▶ [Directions for this task]:
In your reply, reproduce the lines from the first one below to the line containing "method, shared). */", inclusive, exactly as they stand.

▶ [Data shown]:
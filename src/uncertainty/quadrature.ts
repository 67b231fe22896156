/**
 * Thin adapters from the uncertainty modules to the shared numerics (src/numerics), plus a
 * natural cubic spline on a uniform grid with its derivative (used by the halo tables).
 */
import { gaussLegendreRule, integrate } from '../numerics/quadrature.js';
import { brent } from '../numerics/roots.js';

export interface GaussRule {
  /** Nodes on [-1, 1], ascending. */
  readonly x: Float64Array;
  /** Weights, summing to 2. */
  readonly w: Float64Array;
}

/** n-point Gauss-Legendre rule on [-1, 1] (shared, cached). */
export function gaussLegendre(n: number): GaussRule {
  const r = gaussLegendreRule(n);
  return { x: r.nodes, w: r.weights };
}

/** Adaptive Gauss-Kronrod integration (shared integrator); used by the slow reference integrators. */
export function adaptiveIntegrate(
  f: (x: number) => number,
  a: number,
  b: number,
  relTol = 1e-10,
  absTol = 0,
  maxDepth = 40,
): number {
  return integrate(f, a, b, { rel: relTol, abs: absTol, maxDepth }).value;
}

/** Root of f bracketed by [a, b] (Brent's method, shared). */
export function brentRoot(f: (x: number) => number, a: number, b: number, xTol = 1e-12, maxIter = 200): number {
  return brent(f, a, b, { tol: xTol, maxIter });
}

/** Natural cubic spline through (x_i, y_i), x ascending and uniformly spaced. */
export interface UniformSpline {
  readonly x0: number;
  readonly dx: number;
  readonly y: Float64Array;
  /** Second derivatives at the knots. */
  readonly m: Float64Array;
}

export function uniformSpline(x0: number, dx: number, y: Float64Array): UniformSpline {
  const n = y.length;
  const m = new Float64Array(n);
  if (n < 3) return { x0, dx, y, m };
  // Tridiagonal system for natural spline: m_0 = m_{n-1} = 0; m_{i-1} + 4 m_i + m_{i+1} = 6 (y_{i+1} - 2 y_i + y_{i-1}) / dx^2
  const c = new Float64Array(n);
  const d = new Float64Array(n);
  for (let i = 1; i < n - 1; i++) {
    const rhs = (6 * (y[i + 1]! - 2 * y[i]! + y[i - 1]!)) / (dx * dx);
    const denom = 4 - (i > 1 ? c[i - 1]! : 0);
    c[i] = 1 / denom;
    d[i] = (rhs - (i > 1 ? d[i - 1]! : 0)) / denom;
  }
  for (let i = n - 2; i >= 1; i--) m[i] = d[i]! - c[i]! * m[i + 1]!;
  return { x0, dx, y, m };
}

/** The knot interval holding x (clamped to the knot range) and the position t in it. */
function splineInterval(s: UniformSpline, x: number): { i: number; t: number } {
  const n = s.y.length;
  let i = Math.floor((x - s.x0) / s.dx);
  if (i < 0) i = 0;
  if (i > n - 2) i = n - 2;
  return { i, t: (x - (s.x0 + i * s.dx)) / s.dx };
}

/** Spline value at x. */
export function splineEval(s: UniformSpline, x: number): number {
  const { i, t } = splineInterval(s, x);
  const u = 1 - t;
  const h2 = s.dx * s.dx;
  return u * s.y[i]! + t * s.y[i + 1]! + ((u * u * u - u) * s.m[i]! + (t * t * t - t) * s.m[i + 1]!) * (h2 / 6);
}

/** Spline first derivative at x. */
export function splineDerivative(s: UniformSpline, x: number): number {
  const { i, t } = splineInterval(s, x);
  const u = 1 - t;
  return (s.y[i + 1]! - s.y[i]!) / s.dx + ((-(3 * u * u - 1)) * s.m[i]! + (3 * t * t - 1) * s.m[i + 1]!) * (s.dx / 6);
}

▶ [Result below]:
filename src/uncertainty/quadrature.ts
repository 67b231fe22896156
/**
 * Thin adapters from the uncertainty modules to the shared numerics (src/numerics), plus a
 * natural cubic spline on a uniform grid with its derivative (used by the halo tables).
 */
import { gaussLegendreRule, integrate } from '../numerics/quadrature.js';
import { brent } from '../numerics/roots.js';

export interface GaussRule {
  /** Nodes on [-1, 1], ascending. */
  readonly x: Float64Array;
  /** Weights, summing to 2. */
  readonly w: Float64Array;
}

/** n-point Gauss-Legendre rule on [-1, 1] (shared, cached). */
export function gaussLegendre(n: number): GaussRule {
  const r = gaussLegendreRule(n);
  return { x: r.nodes, w: r.weights };
}

/** Adaptive Gauss-Kronrod integration (shared integrator); used by the slow reference integrators. */
export function adaptiveIntegrate(
  f: (x: number) => number,
  a: number,
  b: number,
  relTol = 1e-10,
  absTol = 0,
  maxDepth = 40,
): number {
  return integrate(f, a, b, { rel: relTol, abs: absTol, maxDepth }).value;
}

/** Root of f bracketed by [a, b] (Brent's method, shared). */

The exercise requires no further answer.